*** Opening SUPPLIED RECORDS ***

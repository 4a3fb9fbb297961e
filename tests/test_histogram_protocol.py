"""MassHistogram and the cross-library histogram protocol, checked against outside code:
the protocol's own runtime definition (uhi.typing.plottable), a general-purpose C++-backed
histogram library (boost-histogram) and numpy.histogram."""

from __future__ import annotations

import json
import warnings

import numpy as np
import pytest

import peaksift
from peaksift.errors import FitError, InputError
from peaksift.histogram import MassHistogram

bh = pytest.importorskip("boost_histogram")

RNG = np.random.default_rng(20261202)
MASSES = np.concatenate([RNG.exponential(30.0, 6000) + 55.0, RNG.normal(91.0, 2.5, 800)])
WEIGHTS = RNG.uniform(0.5, 1.5, MASSES.size)
EDGES = (90, 60.0, 150.0)


def _ours(weighted: bool = False) -> MassHistogram:
    return MassHistogram.from_masses(MASSES, WEIGHTS if weighted else None, bins=EDGES[0],
                                     range=EDGES[1:])


def _theirs(weighted: bool = False):
    h = bh.Histogram(bh.axis.Regular(*EDGES),
                     storage=bh.storage.Weight() if weighted else bh.storage.Int64())
    h.fill(MASSES, weight=WEIGHTS if weighted else None)
    return h


def test_speaks_the_protocol_as_its_reference_defines_it():
    uhi = pytest.importorskip("uhi.typing.plottable")
    h = _ours(weighted=True)
    assert isinstance(h, uhi.PlottableHistogram)
    assert isinstance(h.axes[0].traits, uhi.PlottableTraits)
    assert h.kind == "COUNT" and len(h.axes) == 1 and len(h.axes[0]) == 90
    assert h.axes[0][0] == (60.0, 61.0) and h.axes[0][-1] == (149.0, 150.0)
    assert not h.axes[0].traits.circular and not h.axes[0].traits.discrete


@pytest.mark.parametrize("weighted", [False, True])
def test_values_variances_flows_and_edges_match_the_other_library(weighted):
    # No mass lies exactly on an edge, so the two edge rules (their last bin half-open,
    # ours closed) agree; tolerance: edges to 1e-12 GeV (their edges are computed, not
    # numpy.linspace), contents to 1e-12 relative (summation order).
    ours, theirs = _ours(weighted), _theirs(weighted)
    np.testing.assert_allclose(ours.axes[0].edges, theirs.axes[0].edges, rtol=0, atol=1e-12)
    np.testing.assert_allclose(ours.values(flow=True), theirs.values(flow=True), rtol=1e-12)
    np.testing.assert_allclose(ours.variances(flow=True), theirs.variances(flow=True),
                               rtol=1e-12)
    if not weighted:  # their Weight storage returns its values from counts(); ours follows
        # the protocol's documented effective count (test_counts_are_effective_entries...)
        np.testing.assert_array_equal(ours.counts(), theirs.counts())
    back = MassHistogram.from_protocol(theirs)
    np.testing.assert_allclose(back.values(), ours.values(), rtol=1e-12)
    np.testing.assert_allclose(back.variances(), ours.variances(), rtol=1e-12)
    assert back.underflow == pytest.approx(ours.underflow, rel=1e-12)
    assert back.overflow == pytest.approx(ours.overflow, rel=1e-12)
    assert back.overflow_variance == pytest.approx(ours.overflow_variance, rel=1e-12)
    assert back.is_weighted == weighted


def test_counts_are_effective_entries_for_weights():
    # the protocol's counts() for weighted bins: (sum w)^2 / sum w^2, by hand
    h = MassHistogram.from_masses([61.5, 61.5, 70.2], [1.0, 3.0, 2.0], bins=90, range=(60, 150))
    c = h.counts()
    assert c[1] == pytest.approx(16.0 / 10.0, rel=1e-14) and c[10] == pytest.approx(1.0)
    assert c.sum() == pytest.approx(2.6)


def test_sum_with_another_library_histogram():
    s = _ours() + _theirs()
    np.testing.assert_allclose(s.values(), 2 * _ours().values(), rtol=0)
    assert s.overflow == 2 * _ours().overflow
    with pytest.raises(InputError, match="different binning"):
        _ours() + bh.Histogram(bh.axis.Regular(45, 60.0, 150.0))


def test_numpy_histogram_pair_by_the_explicit_constructor():
    counts, edges = np.histogram(MASSES, bins=90, range=(60, 150))
    h = MassHistogram.from_counts(counts, edges)
    np.testing.assert_array_equal(h.values(), counts)
    np.testing.assert_array_equal(h.variances(), counts)
    with pytest.raises(InputError, match="91 edges need 90 counts"):
        MassHistogram.from_counts(counts[:-1], edges)
    with pytest.raises(InputError, match="negative counts need their variances"):
        MassHistogram.from_counts(counts - 1000, edges)


@pytest.mark.parametrize("weighted", [False, True])
def test_fit_identical_from_every_form(weighted):
    # The same bins handed over as our histogram, the other library's histogram, and (for
    # unweighted data) numpy.histogram's pair: the fits agree to 1e-7 relative (their edges
    # differ from numpy.linspace's in the last bits; the minimiser's tolerance is far looser).
    ref = peaksift.fit(_ours(weighted), "gaussian", "exponential")
    forms = [_theirs(weighted)]
    if not weighted:
        forms.append(np.histogram(MASSES, bins=90, range=(60.0, 150.0)))
    for data in forms:
        r = peaksift.fit(data, "gaussian", "exponential")
        for k, v in ref.values.items():
            assert r.values[k] == pytest.approx(v, rel=1e-7), (type(data), k)
        assert r.nll == pytest.approx(ref.nll, rel=1e-9, abs=1e-6)


def test_scan_and_limits_take_the_other_library():
    h, b = _ours(), _theirs()
    kw = {"masses": np.array([80.0, 91.0, 110.0]), "relative_resolution": 0.03}
    s1 = peaksift.scan(h, "gaussian", "exponential", refit=False, **kw)
    s2 = peaksift.scan(b, "gaussian", "exponential", refit=False, **kw)
    np.testing.assert_allclose(s2.z_local, s1.z_local, rtol=1e-7)


@pytest.mark.parametrize("bad", [
    np.ones((10, 2)),                          # a 2-d table is not a list of masses
    {"mass": [1.0, 2.0]},                      # a mapping
    "masses.parquet",                          # a path
    np.array(["91.0", "92.0"]),                # strings
    [[91.0, 92.0], [93.0]],                    # ragged lists
    np.array([True, False]),                   # booleans
])
def test_array_likes_that_are_not_masses_are_refused(bad):
    for call in (lambda: peaksift.fit(bad, "gaussian", "exponential"),
                 lambda: peaksift.scan(bad, "gaussian", "exponential", [91.0],
                                       relative_resolution=0.03)):
        with pytest.raises(FitError, match="accepts a MassHistogram, a histogram speaking"):
            call()


def test_counts_with_bin_centres_are_refused_not_read_as_masses_and_weights():
    # (counts, centres) is the x/y slip: the centres (numpy.histogram's edges averaged, the
    # other library's axis.centers, and the same in float32) would be weights of masses
    # "counts"; refused by fit, scan and upper_limits with the accepted forms named.
    counts, edges = np.histogram(MASSES, bins=90, range=(60.0, 150.0))
    centres = [(edges[1:] + edges[:-1]) / 2, bh.axis.Regular(*EDGES).centers,
               ((edges[1:] + edges[:-1]) / 2).astype(np.float32)]
    calls = (lambda d: peaksift.fit(d, "gaussian", "exponential", start={"mass": 91.0}),
             lambda d: peaksift.scan(d, "gaussian", "exponential", [91.0],
                                     relative_resolution=0.03),
             lambda d: peaksift.upper_limits(d, "gaussian", "exponential", [91.0],
                                             relative_resolution=0.03))
    for c in centres:
        for call in calls:
            with pytest.raises(FitError, match=r"like bin centres.*give the bin edges "
                                               r"\(len\(counts\) \+ 1 values"):
                call((counts, c))
    # masses with weights are not taken for it: measured masses (even sorted) with their
    # weights, and evenly spaced masses weighted by a density (an Asimov-like sample)
    from peaksift.histogram import as_spectrum

    asimov = np.linspace(60.0, 150.0, 91)
    for x, w in ((np.sort(MASSES), WEIGHTS), (asimov, np.exp(-asimov / 30.0)),
                 (counts.astype(float), np.ones(counts.size))):
        got_x, got_w = as_spectrum((x, w))
        np.testing.assert_array_equal(got_x, x)
        np.testing.assert_array_equal(got_w, w)


def test_histogram_of_means_and_two_axes_refused():
    with pytest.raises(FitError, match="kind MEAN"):
        peaksift.fit(bh.Histogram(bh.axis.Regular(*EDGES), storage=bh.storage.Mean()),
                     "gaussian", "exponential")
    with pytest.raises(FitError, match="2 axes"):
        peaksift.fit(bh.Histogram(bh.axis.Regular(*EDGES), bh.axis.Regular(3, 0, 1)),
                     "gaussian", "exponential")
    with pytest.raises(FitError, match="weights= given with a histogram"):
        peaksift.fit(_theirs(), "gaussian", "exponential", weights=WEIGHTS)


def test_version_1_files_load_with_a_deprecation_note(tmp_path):
    h = _ours(weighted=True)
    d = h.to_dict()
    assert d["version"] == 2 and "values" in d and "variances" in d
    old = {("weight_sum" if k == "values" else "weight_sq_sum" if k == "variances" else
            k.replace("_variance", "_weight_sq_sum") if k.endswith("_variance") else k): v
           for k, v in d.items()}
    old["version"] = 1
    p = tmp_path / "spectrum.json"
    p.write_text(json.dumps(old))
    with pytest.warns(DeprecationWarning, match="version 1 mass histogram"):
        back = MassHistogram.load(p)
    assert back == h
    h.save(p)
    with warnings.catch_warnings():
        warnings.simplefilter("error")
        assert MassHistogram.load(p) == h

*** Closing SUPPLIED RECORDS ***

Show all lines above containing "isinstance".

### RESPONSE TO THIS TASK:
    assert isinstance(h, uhi.PlottableHistogram)
    assert isinstance(h.axes[0].traits, uhi.PlottableTraits)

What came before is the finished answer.